Setting the cut-off point for binary classification:
In this section we will use beeswarm-boxplot to select the cut-off point to optimise the tradeoff between false positives and false negatives. The beeswarm-boxplot is a great tool to determine the performance of the model in each of the cases of the confusion matrix. On an ideal scenario the errors are located near the cut-off point and the true guesses are located near the 0 and 1 values.
fig, ax = plt.subplots(
nrows=2,
ncols=2,
figsize=(10, 12),
sharex="all",
sharey="all",
gridspec_kw={"wspace": 0.1, "hspace": 0.20},
)
scatterPlot(df_CMRC, ax[0, 0])
ax[0, 0].set_title("CMRC")
scatterPlot(df_MRC, ax[1, 0])
ax[1, 0].set_title("MRC")
scatterPlot(df_LR, ax[0, 1])
ax[0, 1].set_title("LR")
scatterPlot(df_SVC, ax[1, 1])
ax[1, 1].set_title("SVC")
plt.tight_layout()
We see in the CMRC that the correct cases have a very good conditional probability estimation with around 75% of the cases very close to the extreme values. The most problematic cases are those with a low mortality probability estimation that had a fatal outcome (FN). In the CMRC model adjusting the threshold to 0.35 reduces the false negatives by 25% adding just some cases to the FP. In the MRC model adjusting the cutoff to 0.4 reduces half of the false negatives by trading of 25% of the TP.
threshold = 0.35
df_CMRC = defDataFrame(
model=clf_CMRC, x_test=X_test, y_test=y_test, threshold=threshold
)
threshold = 0.4
df_MRC = defDataFrame(
model=clf_MRC, x_test=X_test, y_test=y_test, threshold=threshold
)
pd.DataFrame(
classification_report(
df_CMRC.Real,
df_CMRC.Prediction,
target_names=["Survive", "Decease"],
output_dict=True,
)
).style.set_caption("Classification report CMRC \n adjusted threshold").format(
precision=3
)
pd.DataFrame(
classification_report(
df_MRC.Real,
df_MRC.Prediction,
target_names=["Survive", "Decease"],
output_dict=True,
)
).style.set_caption("Classification report MRC \n adjusted threshold").format(
precision=3
)
Comparing the outputs of this example we can determine that MRCs work significantly well for estimating the outcome of COVID-19 patients at hospital triage.

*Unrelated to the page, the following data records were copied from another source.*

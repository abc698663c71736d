import { deltaE2000, labOfBytes } from '#shared/color/difference.ts'
import type { RenderedColor } from '#shared/color/render.ts'
import { sameOklch } from './color-arithmetic.ts'
import { createPixel, paintLayer } from './layers.ts'
import { stateAt } from './model-graph.ts'
import type { Advisory, State } from './model.ts'
import type { Provenance } from './provenance.ts'
import {
  type ResolvedCell,
  type ResolvedSystem,
  type ResolvedToken,
  STATE_COUNT,
} from './resolved.ts'

/** Closer than this in CIEDE2000, two colours are taken for one. */
const VISIBLE_DIFFERENCE = 2

/** A value at the end of its aliases. */
interface AliasEnd {
  readonly token: ResolvedToken
  readonly offset: number
  readonly cell: ResolvedCell
}

function endOfAliases(resolved: ResolvedSystem, start: ResolvedToken, offset: number): AliasEnd {
  const theme = Math.floor(offset / STATE_COUNT)
  let end: AliasEnd = { token: start, offset, cell: start.cells[offset]! }
  while (end.cell.provenance.from === 'alias') {
    const { token: id, state } = end.cell.provenance
    const token = resolved.tokens.get(id)!
    const at = theme * STATE_COUNT + stateAt(state)
    end = { token, offset: at, cell: token.cells[at]! }
  }
  return end
}

/** Whether a theme's own rule gave a value that differs from its parent's. */
function isMovedByRule(resolved: ResolvedSystem, end: AliasEnd): boolean {
  if (end.cell.provenance.from !== 'theme-rule') return false
  const { themes } = resolved.model
  const from = themes[Math.floor(end.offset / STATE_COUNT)]!.from
  const parent = from === undefined ? 0 : resolved.themes.get(from)!
  const before = end.token.cells[parent * STATE_COUNT + (end.offset % STATE_COUNT)]!
  return !sameOklch(before.color.oklch, end.cell.color.oklch)
}

function doubleFlips(resolved: ResolvedSystem, token: ResolvedToken): Advisory[] {
  const advisories: Advisory[] = []
  for (const [theme, { id }] of resolved.model.themes.entries()) {
    if (theme === 0) continue
    for (const state of token.states) {
      if (token.token.values[id]?.[state]?.kind !== 'alias') continue
      const end = endOfAliases(resolved, token, theme * STATE_COUNT + stateAt(state))
      if (!isMovedByRule(resolved, end)) continue
      advisories.push({ code: 'double-flip', token: token.token.id, theme: id, state })
    }
  }
  return advisories
}

/** Whether a state follows a rule that changes nothing, and so is meant to look like rest. */
function isAsRest(provenance: Provenance): boolean {
  if (provenance.from !== 'state-rule') return false
  const { lightness, chroma, hue, alpha } = provenance.adjustment
  return lightness === 0 && chroma === 1 && hue === 0 && alpha === 1
}

const pixel = createPixel()

function labOn(ground: RenderedColor, color: RenderedColor) {
  paintLayer(pixel, ground, 'srgb')
  paintLayer(pixel, color, 'srgb')
  return labOfBytes(pixel.r, pixel.g, pixel.b)
}

function invisibleStates(
  resolved: ResolvedSystem,
  token: ResolvedToken,
  theme: number,
): readonly State[] {
  const { ground } = resolved.model.themes[theme]!
  const under = resolved.tokens.get(ground)!.cells[theme * STATE_COUNT]!.color.rendered
  const cellOf = (state: State) => token.cells[theme * STATE_COUNT + stateAt(state)]!
  const states = token.states.filter((state) => {
    if (state === 'rest') return false
    const end = endOfAliases(resolved, token, theme * STATE_COUNT + stateAt(state))
    return !isAsRest(end.cell.provenance)
  })
  if (states.length === 0) return []
  const rest = labOn(under, cellOf('rest').color.rendered)
  return states.filter((state) => {
    const lab = labOn(under, cellOf(state).color.rendered)
    return deltaE2000(rest, lab) < VISIBLE_DIFFERENCE
  })
}

/**
 * What a reader should look at, though it breaches nothing: overrides that alias a token which the theme's own
 * rule moves, and states that cannot be told from rest.
 * @see https://doi.org/10.1002/col.20070 CIEDE2000
 */
export function advisoriesOf(resolved: ResolvedSystem, token: ResolvedToken): readonly Advisory[] {
  const { id } = token.token
  const invisible =
    token.states.length === 1
      ? []
      : resolved.model.themes.flatMap((theme, position) =>
          invisibleStates(resolved, token, position).map(
            (state): Advisory => ({ code: 'state-invisible', token: id, theme: theme.id, state }),
          ),
        )
  return [...doubleFlips(resolved, token), ...invisible]
}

Furthermore, the CMRC model with threhsold feature mapping has shown a great performance both for classifying and for estimating conditional probabilities Finally we have seen how to select the cut-off values based on data visualization with beeswarm-boxplots to increase the recall in the desired class.